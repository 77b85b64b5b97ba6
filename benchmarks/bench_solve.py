"""Speed and memory of phasorbench's solve, every ratio of the speed targets in one run,
each against a baseline measured in the same run, the two sides taken in turn.

    python benchmarks/bench_solve.py            # 100×100 and 300×300 meshes
    python benchmarks/bench_solve.py --quick    # 100×100 only

What it prints (targets in brackets):

1. ``phasorbench solve --json`` against ``baseline_solver.py`` (the lean parse → SuperLU
   → JSON script), whole processes, CPU and wall seconds [≤ 1.0×];
2. ``POST /api/solve`` on a live ``phasorbench serve`` (uvicorn) started here, against
   the command line: the server's CPU seconds for the request (from /proc) and the
   client's wall time to the last byte, for the page's answer (``contract: false``)
   and the whole contract [≤ 1.3×]; every request carries a different title so the
   server's solved-text cache never answers it;
3. the server's peak memory (``VmHWM`` of /proc/PID/status, a fresh server per mesh)
   against the command line's (``ru_maxrss``) [≤ 1.5×];
4. four concurrent 100×100 (10k-node) solves with one BLAS thread each (the default)
   and with the BLAS library's own threads (one per core);
5. cold start: ``phasorbench solve`` of a five-element circuit in a fresh process
   against ``python -c "import numpy, scipy.sparse.linalg"`` [≤ 1.3×].

CPU time moves far less than wall time with what else runs on a shared machine; both
are printed, with the load average. Run by hand, never as a timed test.
"""

from __future__ import annotations

import argparse
import http.client
import json
import os
import socket
import subprocess
import sys
import tempfile
import time
from pathlib import Path

HERE = Path(__file__).resolve().parent
ROOT = HERE.parent
sys.path.insert(0, str(HERE))
from mesh import mesh_circuit  # noqa: E402

TICK = os.sysconf("SC_CLK_TCK")
FIVE = """title five elements
frequency 50 Hz
Vs: voltage a -> 0 230 V
R1: resistor a -> b 10 ohm
L1: inductor b -> c 20 mH
C1: capacitor c -> 0 100 uF
R2: resistor c -> 0 50 ohm
"""


def child_env(**extra: str) -> dict:
    """The children's environment: this worktree's package, bytecode kept (an installed
    package has it compiled; without it every run pays ~0.1 s of compiling)."""
    env = {k: v for k, v in os.environ.items() if k != "PYTHONDONTWRITEBYTECODE"}
    env["PYTHONPATH"] = str(ROOT / "server")
    env.update(extra)
    return env


def run(command: list[str], env: dict | None = None) -> tuple[float, float, float]:
    """(CPU seconds, wall seconds, peak MB) of one run of ``command``."""
    start = time.perf_counter()
    proc = subprocess.Popen(command, stdout=subprocess.DEVNULL, env=env or child_env())
    _pid, status, usage = os.wait4(proc.pid, 0)
    wall = time.perf_counter() - start
    if status != 0:
        raise SystemExit(f"{' '.join(command)} failed ({status})")
    return usage.ru_utime + usage.ru_stime, wall, usage.ru_maxrss / 1024.0


def cli(path: Path) -> list[str]:
    return [sys.executable, "-m", "phasorbench", "solve", "--json", str(path)]


def lean(path: Path) -> list[str]:
    return [sys.executable, str(HERE / "baseline_solver.py"), str(path)]


#: The lean script runs with one BLAS thread too: its best case on a busy machine (its
#: default threads fight over the cores and make the ratio look better than it is).
ONE_THREAD = {name: "1" for name in ("OPENBLAS_NUM_THREADS", "OMP_NUM_THREADS",
                                     "MKL_NUM_THREADS")}


# --- a live server -------------------------------------------------------------------

class Server:
    """``phasorbench serve`` on a free port, its CPU time and peak memory from /proc."""

    def __init__(self, max_elements: int):
        with socket.socket() as s:
            s.bind(("127.0.0.1", 0))
            self.port = s.getsockname()[1]
        self.proc = subprocess.Popen(
            [sys.executable, "-m", "phasorbench", "serve", "--port", str(self.port),
             "--max-elements", str(max_elements), "--max-body-mb", "128"],
            env=child_env(PYTHONUNBUFFERED="1"), stdout=subprocess.PIPE,
            stderr=subprocess.STDOUT, text=True)
        line = self.proc.stdout.readline()
        if "workbench at" not in line:
            self.proc.kill()
            raise SystemExit(f"the server did not start: {line}")
        self.runs = 0

    def cpu(self) -> float:
        fields = Path(f"/proc/{self.proc.pid}/stat").read_text().rsplit(")", 1)[1].split()
        return (int(fields[11]) + int(fields[12])) / TICK       # utime + stime, all threads

    def peak_mb(self) -> float:
        for line in Path(f"/proc/{self.proc.pid}/status").read_text().splitlines():
            if line.startswith("VmHWM:"):
                return int(line.split()[1]) / 1024.0
        return float("nan")

    def solve(self, text: str, contract: bool) -> tuple[float, float, int]:
        """(server CPU seconds, client wall seconds, answer bytes) of one solve of a
        text no earlier request sent (its title changed)."""
        self.runs += 1
        text = text.replace("\n", f" run {self.runs}\n", 1)
        body = json.dumps({"netlist": text, "contract": contract}).encode()
        connection = http.client.HTTPConnection("127.0.0.1", self.port, timeout=3600)
        cpu0, start = self.cpu(), time.perf_counter()
        connection.request("POST", "/api/solve", body, {"Content-Type": "application/json"})
        answer = connection.getresponse()
        data = answer.read()
        wall = time.perf_counter() - start
        time.sleep(0.05)             # the worker thread's last release is counted too
        cpu = self.cpu() - cpu0
        connection.close()
        if answer.status != 200:
            raise SystemExit(f"POST /api/solve answered {answer.status}: {data[:300]!r}")
        return cpu, wall, len(data)

    def stop(self) -> None:
        self.proc.terminate()
        self.proc.wait(timeout=30)


# --- the measurements ----------------------------------------------------------------

def best(samples: list[tuple]) -> tuple:
    """The least of each column over the runs."""
    return tuple(min(column) for column in zip(*samples))


def mesh_figures(n: int, work: Path, repeats: int) -> dict:
    path = work / f"mesh{n}.circuit"
    text = mesh_circuit(n)
    path.write_text(text)
    elements = text.count(":")
    server = Server(max(50_000, 2 * elements))
    try:
        page_cpu, page_wall, page_bytes = server.solve(text, contract=False)
        page_peak = server.peak_mb()
        runs = {"lean": [], "cli": [], "page": [(page_cpu, page_wall)], "contract": []}
        contract_bytes = 0
        for _ in range(repeats):
            runs["lean"].append(run(lean(path), child_env(**ONE_THREAD)))
            runs["cli"].append(run(cli(path)))
            cpu, wall, page_bytes = server.solve(text, contract=False)
            runs["page"].append((cpu, wall))
            cpu, wall, contract_bytes = server.solve(text, contract=True)
            runs["contract"].append((cpu, wall))
        end_peak = server.peak_mb()
    finally:
        server.stop()
    out = {k: best(v) for k, v in runs.items()}
    out.update(n=n, elements=elements, page_peak=page_peak, end_peak=end_peak,
               cli_peak=max(r[2] for r in runs["cli"]), lean_peak=max(r[2] for r in runs["lean"]),
               page_bytes=page_bytes, contract_bytes=contract_bytes,
               json_bytes=len(subprocess.run(cli(path), env=child_env(), check=True,
                                             capture_output=True).stdout))
    return out


def concurrent(path: Path, env: dict, count: int = 4) -> tuple[float, float]:
    """(wall seconds of ``count`` solves started together, their summed CPU seconds)."""
    start = time.perf_counter()
    procs = [subprocess.Popen(cli(path), stdout=subprocess.DEVNULL, env=env)
             for _ in range(count)]
    cpu = 0.0
    for proc in procs:
        _pid, status, usage = os.wait4(proc.pid, 0)
        if status != 0:
            raise SystemExit("a concurrent solve failed")
        cpu += usage.ru_utime + usage.ru_stime
    return time.perf_counter() - start, cpu


def load() -> str:
    return " ".join(Path("/proc/loadavg").read_text().split()[:3])


def ratio(a: float, b: float) -> str:
    return f"{a / b:5.2f}×" if b else "  n/a"


def main() -> int:
    parser = argparse.ArgumentParser(description=__doc__.splitlines()[0])
    parser.add_argument("--quick", action="store_true", help="skip the 300×300 mesh")
    parser.add_argument("--repeats", type=int, default=3, help="rounds per mesh (best kept)")
    parser.add_argument("--big-repeats", type=int, default=2, help="rounds of the 300×300 mesh")
    args = parser.parse_args()
    work = Path(tempfile.mkdtemp(prefix="pb-bench-"))
    print(f"machine: {os.cpu_count()} cores; /proc/loadavg {load()} at start")
    # compile the package's bytecode once, as an installed package has it
    run([sys.executable, "-m", "compileall", "-q", str(ROOT / "server")])

    meshes = [(100, args.repeats)] + ([] if args.quick else [(300, args.big_repeats)])
    print("times: best of the rounds; CPU = user + system seconds of the process "
          "(the server: its CPU for the request)")
    for n, repeats in meshes:
        f = mesh_figures(n, work, repeats)
        lean_t, cli_t = f["lean"], f["cli"]
        print(f"\nmesh {n}×{n} ({f['elements']:,} elements), {repeats} rounds, "
              f"/proc/loadavg {load()}")
        print(f"  lean script (1 thread) CPU {lean_t[0]:7.2f} s  wall {lean_t[1]:7.2f} s")
        print(f"  solve --json (CLI)     CPU {cli_t[0]:7.2f} s  wall {cli_t[1]:7.2f} s   "
              f"CLI/lean CPU {ratio(cli_t[0], lean_t[0])} wall {ratio(cli_t[1], lean_t[1])}"
              "  (target ≤ 1.0)")
        for key, label, size in (("page", "page's answer", f["page_bytes"]),
                                 ("contract", "whole contract", f["contract_bytes"])):
            cpu, wall = f[key]
            print(f"  POST /api/solve, {label:14s} server CPU {cpu:7.2f} s  wall {wall:7.2f} s"
                  f"  {size / 1e6:7.1f} MB   API/CLI CPU {ratio(cpu, cli_t[0])} wall "
                  f"{ratio(wall, cli_t[1])}  (target ≤ 1.3)")
        print(f"  CLI's JSON {f['json_bytes'] / 1e6:.1f} MB")
        print(f"  peak memory: CLI {f['cli_peak']:7.1f} MB, lean {f['lean_peak']:7.1f} MB; "
              f"server after the page's solve {f['page_peak']:7.1f} MB "
              f"({ratio(f['page_peak'], f['cli_peak'])} the CLI's), after every round "
              f"{f['end_peak']:7.1f} MB ({ratio(f['end_peak'], f['cli_peak'])})  (target ≤ 1.5)")

    mesh = work / "mesh100.circuit"
    one = child_env()
    free = child_env(**{name: str(os.cpu_count()) for name in
                        ("OPENBLAS_NUM_THREADS", "OMP_NUM_THREADS", "MKL_NUM_THREADS")})
    pinned, unpinned = [], []
    for _ in range(2):
        pinned.append(concurrent(mesh, one))
        unpinned.append(concurrent(mesh, free))
    p, u = best(pinned), best(unpinned)
    print(f"\n4 concurrent 100×100 solves (10k nodes), best of 2, /proc/loadavg {load()}")
    print(f"  one BLAS thread each (default)   wall {p[0]:6.2f} s  CPU {p[1]:6.2f} s")
    print(f"  {os.cpu_count()} BLAS threads each              wall {u[0]:6.2f} s  CPU {u[1]:6.2f} s"
          f"   pinned/unpinned wall {ratio(p[0], u[0])} CPU {ratio(p[1], u[1])}")

    five = work / "five.circuit"
    five.write_text(FIVE)
    solve_five = [sys.executable, "-m", "phasorbench", "solve", str(five)]
    imports = [sys.executable, "-c", "import numpy, scipy.sparse.linalg"]
    run(solve_five), run(imports)                       # warm the file cache
    ours, base = [], []
    for _ in range(5):
        base.append(run(imports))
        ours.append(run(solve_five))
    o, b = best(ours), best(base)
    print(f"\ncold start, best of 5, /proc/loadavg {load()}")
    print(f"  import numpy, scipy.sparse.linalg   CPU {b[0]:5.2f} s  wall {b[1]:5.2f} s")
    print(f"  phasorbench solve (5 elements)      CPU {o[0]:5.2f} s  wall {o[1]:5.2f} s   "
          f"ratio CPU {ratio(o[0], b[0])} wall {ratio(o[1], b[1])}  (target ≤ 1.3)")
    print(f"\n/proc/loadavg {load()} at the end")
    return 0


if __name__ == "__main__":
    raise SystemExit(main())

═══

▶ Task instructions:
Word for word, reproduce the lines of the listing from the first one through the line containing "parse → SuperLU", and no more.

▶ Expected answer:
repository 77b85b64b5b97ba6
filename benchmarks/bench_solve.py
"""Speed and memory of phasorbench's solve, every ratio of the speed targets in one run,
each against a baseline measured in the same run, the two sides taken in turn.

    python benchmarks/bench_solve.py            # 100×100 and 300×300 meshes
    python benchmarks/bench_solve.py --quick    # 100×100 only

What it prints (targets in brackets):

1. ``phasorbench solve --json`` against ``baseline_solver.py`` (the lean parse → SuperLU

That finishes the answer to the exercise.